(I spoke at a climate change conference in Seattle the other day. Several participants asked for elaboration on a point I made from the podium. Here it is.)

If you tend to get discouraged by the news these days, you might enjoy Adam Hochschild’s article “Against All Odds” in the January/February “Mother Jones.” I sure did. It describes the campaign to end slavery in the British Empire, a movement that began as a meeting of twelve people in a London bookstore in 1787.

At the time, the British Empire was as dependent on slavery as northwesterners are today on—say—automobiles and fossil fuels. Three quarters of the world’s people were in legal bondage of one form or another: slavery, serfdom, debt peonage, or indentured servitude. Worse, such bondage was as accepted then as the consumer lifestyle is today. Slavery had been a fixture of human existence throughout history, predating even money. And avenues for protest were scarce: at the time, fewer than one in ten Englishmen—and no Englishwomen—even had the vote.

In the United States, as noted by Nobel Prize-winning economist William Fogel in his book “The Fourth Great Awakening & the Future of Egalitarianism,” the abolition movement also faced stupendous odds.

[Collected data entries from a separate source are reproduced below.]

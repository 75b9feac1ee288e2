import { luFactor, luSolve } from './lu';
import { eigenvalues, type Complex } from './spectrum';

/**
 * Dominant (Perron) eigenvalue of a non-negative matrix with its right and left eigenvectors.
 *
 * Why not plain power iteration on A and Aᵀ: it converges at the rate |λ2|/λ1, which for seedbank
 * models with slow seed decay sits close to 1, and it never converges for imprimitive (periodic)
 * matrices such as an annual without carry-over, where |λ2| = λ1. Instead:
 *  1. the full spectrum (balanced Hessenberg QR) gives λ1 — for a non-negative matrix the Perron root
 *     is real and has the largest real part — and |λ2| for the damping ratio;
 *  2. each eigenvector comes from inverse iteration, i.e. power iteration on (μI − A)⁻¹ with μ just
 *     above λ1. Its rate is (μ − λ1)/min|μ − λi| (about 1e-10/gap), so 3–4 steps reach rounding level
 *     whatever |λ2|/λ1 is, periodic matrices included. Because μ exceeds the spectral radius,
 *     (μI − A)⁻¹ = Σ Aᵏ/μᵏ⁺¹ is entrywise non-negative, so iterates started from a positive vector stay
 *     non-negative — the Perron vector, not some other vector of the eigenspace.
 * Iteration stops when the residual ‖Ax − λ̂x‖∞ is at rounding level relative to ‖A‖∞‖x‖∞
 * (λ̂ = Σ(Ax)/Σx), after at least MIN_ITERATIONS steps so components along other eigenvalues, which
 * shrink by ~1e-10/gap per step, are driven far below anything reported.
 */

const SHIFT_RELATIVE = 1e-10;
const MIN_ITERATIONS = 3;
const MAX_ITERATIONS = 50;
const RESIDUAL_TOLERANCE = 1e-12;

export interface PerronEigenpair {
  /** Dominant eigenvalue, refined from the right eigenvector as Σ(Aw)/Σw. */
  readonly lambda: number;
  /** Right eigenvector, non-negative (up to rounding of structural zeros), sums to 1. */
  readonly right: Float64Array;
  /** Left eigenvector, non-negative (up to rounding of structural zeros), sums to 1. */
  readonly left: Float64Array;
  /** All eigenvalues as returned by the QR solver (λ1 included). */
  readonly spectrum: Complex[];
  /** Position of λ1 in `spectrum`. */
  readonly dominantIndex: number;
}

/** Caller guarantees a validated non-negative square matrix whose graph has a loop (λ1 > 0). */
export function perronEigenpair(matrix: readonly (readonly number[])[]): PerronEigenpair {
  const spectrum = eigenvalues(matrix);
  let dominantIndex = 0;
  for (let k = 1; k < spectrum.length; k++) {
    if (spectrum[k].re > spectrum[dominantIndex].re) dominantIndex = k;
  }
  const lambdaQr = spectrum[dominantIndex].re;
  const a = matrix.map((row) => Float64Array.from(row));
  const transposed = a.map((_, i) => Float64Array.from(a, (row) => row[i]));
  // λ1 > 0 here, so a relative shift keeps μ strictly above it.
  const mu = lambdaQr * (1 + SHIFT_RELATIVE);
  const right = inverseIteration(a, mu);
  const left = inverseIteration(transposed, mu);
  const lambda = sum(multiply(a, right)); // Σw = 1
  return { lambda, right, left, spectrum, dominantIndex };
}

function inverseIteration(a: Float64Array[], mu: number): Float64Array {
  const n = a.length;
  const normInf = Math.max(...a.map(sum));
  const shifted = a.map((row, i) => {
    const r = row.map((x) => -x);
    r[i] += mu;
    return r;
  });
  const factors = luFactor(shifted);
  let x: Float64Array = new Float64Array(n).fill(1 / n);
  for (let iteration = 1; iteration <= MAX_ITERATIONS; iteration++) {
    const y = luSolve(factors, x);
    const total = sum(y);
    for (let i = 0; i < n; i++) y[i] /= total;
    x = y;
    if (iteration >= MIN_ITERATIONS && relativeResidual(a, x, normInf) <= RESIDUAL_TOLERANCE) return x;
  }
  throw new Error(
    `inverse iteration for the dominant eigenvector did not converge in ${MAX_ITERATIONS} steps`,
  );
}

function relativeResidual(a: Float64Array[], x: Float64Array, normInf: number): number {
  const ax = multiply(a, x);
  const lambda = sum(ax) / sum(x);
  let residual = 0;
  let xMax = 0;
  for (let i = 0; i < x.length; i++) {
    residual = Math.max(residual, Math.abs(ax[i] - lambda * x[i]));
    xMax = Math.max(xMax, x[i]);
  }
  return residual / (normInf * xMax);
}

function multiply(a: Float64Array[], x: Float64Array): Float64Array {
  return Float64Array.from(a, (row) => row.reduce((s, aij, j) => s + aij * x[j], 0));
}

function sum(x: Float64Array): number {
  return x.reduce((s, v) => s + v, 0);
}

The Constitution not only sanctioned slavery and disenfranchised slaves, it also stipulated that seats in the House of Representatives be allocated among the states based on their populations, with each slave counting as three-fifths of a person. Thus, slave owners’ power in the federal government increased in exact proportion to the number of slaves their states held. That’s a lock on power even Big Oil and the automakers would envy.

Still, within 50 years of the bookshop meeting, slavery was illegal throughout the British Empire, and within a century, the same was true in the Americas. Slavery became untenable, and its end—long thought impossible—became inevitable. What explains this extraordinary progression? The same two things that explain the success of history’s other great social change movements, such as those for democracy, women’s suffrage, workers’ rights, and civil rights. Each of these movements was organized on an unarguable moral principle—freedom, democracy, equality—by a corps of people, initially few, who would not rest until the world conformed to that principle. As their movements grew to the thousands and millions of followers, the impossible became the inevitable.

Our cause is no less compelling: to reconcile ourselves with our planetary home and thereby secure the future. Its moral power is no less rooted in ethical and religious teachings. And our numbers are already swelling into the tens of millions worldwide. The political currents sweeping the continent may sometimes obscure the fact, but we are living through (indeed, are bringing about) the transformation of another impossibility—an environmentally sound economy—into an inevitability.